* _Task prompt_
Below is a block of entries; repeat exactly the lines starting at the line that contains "memo?: UncertaintyMemo;" and ending at the line that contains "export class UncertaintyMemo", both included.

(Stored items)

#####

/**
 * Uncertainty of every count of a prediction: Poisson noise and cosmic variance.
 *
 * Per slice (and per population): the slice's volume is approximated by a box of transverse
 * sides D_M(z_mid) times each field's angular sides and radial side D_C(z2) - D_C(z1); sigma_dm
 * is the rms linear matter fluctuation in that box (window.ts). The galaxy bias is a number, a
 * table or expression in z, or "auto": abundance matching as in Trenti & Stiavelli 2008 (haloes of
 * the Sheth & Tormen 1999 mass function above M_min as numerous as the detected galaxies divided
 * by the occupation; the bias is the abundance-weighted Sheth-Tormen bias above M_min).
 * Cosmic-variance fraction = b sigma_dm / sqrt(field count); Poisson fraction = 1/sqrt(N);
 * total = their sum in quadrature. The survey total uses one box spanning the whole window at the
 * count-weighted mean redshift. Several populations in one slice: their fluctuations trace the
 * same matter, so the combined bias is the count-weighted mean of their biases.
 */
import type { FlatLambdaCDM } from '../cosmology/flat-lcdm.js';
import type { Population, Survey } from '../survey/types.js';
import { inputError } from '../errors.js';
import { createLinearPower, type LinearPower } from './power-spectrum.js';
import { createHaloModel, MATCH_MASS_MAX_MSUN, MATCH_MASS_MIN_MSUN } from './haloes.js';
import { sliceMatterSigma } from './cosmic-variance.js';

export interface UncertaintyJson {
  poisson_fraction: number;
  cosmic_variance_fraction: number;
  total_fraction: number;
  bias: number;
  sigma_matter: number;
  halo_mass_min_msun?: number;
}

export interface CountedRange {
  zMin: number;
  zMax: number;
  count: number;
  volumeMpc3: number;
}

export interface UncertaintyContext {
  survey: Survey;
  cosmo: FlatLambdaCDM;
  power: LinearPower;
  /** Sentences for the output's warnings (e.g. abundance matching held at a mass bound). */
  warnings: string[];
  /** Where the blocks computed for one population are kept for reuse (see UncertaintyMemo). */
  memo?: UncertaintyMemo;
}

/**
 * The uncertainty blocks of single populations computed for one survey, by population and by the
 * exact inputs (count, volume, redshifts): `report` computes them once in predict and the
 * forecast reads its per-slice cosmic-variance fractions back from here instead of computing
 * the same numbers again. A block is reused only for bit-for-bit the same inputs, so it is the
 * block a new computation would give. The warnings a computation adds are not kept: a reader
 * of the memo that needs them (predict) computes instead.
 */
export class UncertaintyMemo {
  private readonly blocks = new Map<Population, Map<string, UncertaintyJson | undefined>>();
  constructor(readonly survey: Survey) {}

  /**
   * True when blocks computed for `other` may be read here: the same survey, or a view of it
   * (surveyForPopulation, a changed detection limit) with the same cosmology, area and fields, on
   * which a block's value depends besides the keyed inputs and the population.
   */
  serves(other: Survey): boolean {
    const s = this.survey;
    return other === s || (other.cosmology === s.cosmology && other.areaSr === s.areaSr && other.field === s.field);
  }

  private static key(count: number, volumeMpc3: number, zMin: number, zMax: number, zc: number): string {
    return `${count},${volumeMpc3},${zMin},${zMax},${zc}`;
  }

  /** The block kept for these inputs: [true, block] when there is one, [false] otherwise. */
  get(p: Population, count: number, volumeMpc3: number, zMin: number, zMax: number, zc: number): [boolean, UncertaintyJson | undefined] {
    const m = this.blocks.get(p);
    const k = UncertaintyMemo.key(count, volumeMpc3, zMin, zMax, zc);
    return m?.has(k) ? [true, m.get(k)] : [false, undefined];
  }

  set(p: Population, count: number, volumeMpc3: number, zMin: number, zMax: number, zc: number, block: UncertaintyJson | undefined): void {
    let m = this.blocks.get(p);
    if (!m) this.blocks.set(p, (m = new Map()));
    m.set(UncertaintyMemo.key(count, volumeMpc3, zMin, zMax, zc), block);
  }
}

export function uncertaintyContext(survey: Survey, cosmo: FlatLambdaCDM): UncertaintyContext {
  return { survey, cosmo, power: createLinearPower(survey.cosmology, { form: 'no_wiggle' }), warnings: [] };
}

/** Bias of one population for a range of redshift holding `count` sources in `volumeMpc3`, at z. */
export function populationBias(
  ctx: UncertaintyContext,
  p: Population,
  z: number,
  count: number,
  volumeMpc3: number,
): { bias: number; haloMassMinMsun?: number } {
  if (p.bias !== 'auto') return { bias: p.bias.at(z) };
  const density = count / volumeMpc3;
  const haloes = createHaloModel(ctx.power);
  // Outside what haloes between the matching bounds provide, hold the mass at the bound (and say
  // so) rather than refuse the whole prediction: the counts do not depend on it.
  const target = density / p.occupation;
  const atBound = (mass: number, what: string) => {
    const message =
      `${p.name}: the detected density at z = ${z.toPrecision(3)} (${target.toPrecision(3)} Mpc^-3 after occupation) is ${what} ` +
      `haloes above ${mass.toExponential(0)} Msun provide, so the bias is that of haloes above this mass; give population.bias to set it`;
    if (!ctx.warnings.includes(message)) ctx.warnings.push(message);
    return { bias: haloes.effectiveBiasAbove(mass, z), haloMassMinMsun: mass };
  };
  if (target >= haloes.haloDensityAboveMpc3(MATCH_MASS_MIN_MSUN, z)) return atBound(MATCH_MASS_MIN_MSUN, 'more than all');
  if (target <= haloes.haloDensityAboveMpc3(MATCH_MASS_MAX_MSUN, z)) return atBound(MATCH_MASS_MAX_MSUN, 'less than the');
  try {
    const m = haloes.matchHaloMass(density, z, p.occupation);
    return { bias: m.bias, haloMassMinMsun: m.haloMassMinMsun };
  } catch (err) {
    const what = err instanceof Error ? err.message.replace(/\.$/, '') : String(err);
    throw inputError(
      'out_of_range',
      ctx.survey.file,
      'population.bias',
      `abundance matching failed for ${p.name} at z = ${z.toPrecision(3)} (${what})`,
      'give population.bias as a number, table or expression instead of "auto"',
    );
  }
}

/** sigma_dm of the box of one field for the redshift range [z1, z2] centred at zc. */
export function matterSigma(ctx: UncertaintyContext, z1: number, z2: number, zc: number): number {
  const { survey, cosmo } = ctx;
  return sliceMatterSigma(ctx.power, {
    areaSr: survey.areaSr,
    aspect: survey.field.aspect,
    fieldCount: survey.field.count,
    transverseDistanceMpc: cosmo.transverseComovingDistanceMpc(zc),
    radialDepthMpc: cosmo.comovingDistanceMpc(z2) - cosmo.comovingDistanceMpc(z1),
    zMid: zc,
  });
}

/**
 * The uncertainty block for a count made of several populations' parts (one part for a single
 * population), over [zMin, zMax] with representative redshift zc. Undefined when the count is 0
 * (a fraction of nothing is not defined).
 */
export function combinedUncertainty(
  ctx: UncertaintyContext,
  parts: { population: Population; count: number; volumeMpc3: number }[],
  zMin: number,
  zMax: number,
  zc: number,
): UncertaintyJson | undefined {
  const count = parts.reduce((a, p) => a + p.count, 0);
  if (!(count > 0)) return undefined;
  let weighted = 0;
  let haloMass: number | undefined;
  for (const part of parts) {
    if (!(part.count > 0)) continue;
    const b = populationBias(ctx, part.population, zc, part.count, part.volumeMpc3);
    weighted += b.bias * part.count;
    if (parts.length === 1) haloMass = b.haloMassMinMsun;
  }
  const bias = weighted / count;
  const sigma = matterSigma(ctx, zMin, zMax, zc);
  const poisson = 1 / Math.sqrt(count);
  const cv = (bias * sigma) / Math.sqrt(ctx.survey.field.count);
  const out: UncertaintyJson = {
    poisson_fraction: poisson,
    cosmic_variance_fraction: cv,
    total_fraction: Math.hypot(poisson, cv),
    bias,
    sigma_matter: sigma,
  };
  if (haloMass !== undefined) out.halo_mass_min_msun = haloMass;
  if (parts.length === 1 && ctx.memo && ctx.memo.serves(ctx.survey)) {
    const p = parts[0]!;
    ctx.memo.set(p.population, p.count, p.volumeMpc3, zMin, zMax, zc, { ...out });
  }
  return out;
}

/**
 * combinedUncertainty of one population's count, read from ctx.memo when it holds the block for
 * exactly these inputs (then no warning is added to ctx.warnings), computed otherwise.
 */
export function singleUncertainty(
  ctx: UncertaintyContext,
  part: { population: Population; count: number; volumeMpc3: number },
  zMin: number,
  zMax: number,
  zc: number,
): UncertaintyJson | undefined {
  if (ctx.memo && ctx.memo.serves(ctx.survey)) {
    const [found, block] = ctx.memo.get(part.population, part.count, part.volumeMpc3, zMin, zMax, zc);
    if (found) return block && { ...block };
  }
  return combinedUncertainty(ctx, [part], zMin, zMax, zc);
}

/** Count-weighted mean of the slices' middle redshifts. */
export function countWeightedRedshift(slices: readonly { z_min: number; z_max: number; count: number }[]): number {
  let n = 0;
  let zn = 0;
  for (const s of slices) {
    n += s.count;
    zn += s.count * 0.5 * (s.z_min + s.z_max);
  }
  return n > 0 ? zn / n : 0.5 * (slices[0]!.z_min + slices[slices.length - 1]!.z_max);
}

/** Which term dominates, in words, for the table. */
export function dominantTerm(u: UncertaintyJson): string {
  const ratio = u.cosmic_variance_fraction / u.poisson_fraction;
  if (ratio > 1) return `cosmic variance dominates the total's uncertainty (${(100 * u.cosmic_variance_fraction).toFixed(1)} % against ${(100 * u.poisson_fraction).toFixed(1)} % Poisson)`;
  return `Poisson noise dominates the total's uncertainty (${(100 * u.poisson_fraction).toFixed(1)} % against ${(100 * u.cosmic_variance_fraction).toFixed(1)} % cosmic variance)`;
}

#####

* _Solution to the problem_
  memo?: UncertaintyMemo;
}

/**
 * The uncertainty blocks of single populations computed for one survey, by population and by the
 * exact inputs (count, volume, redshifts): `report` computes them once in predict and the
 * forecast reads its per-slice cosmic-variance fractions back from here instead of computing
 * the same numbers again. A block is reused only for bit-for-bit the same inputs, so it is the
 * block a new computation would give. The warnings a computation adds are not kept: a reader
 * of the memo that needs them (predict) computes instead.
 */
export class UncertaintyMemo {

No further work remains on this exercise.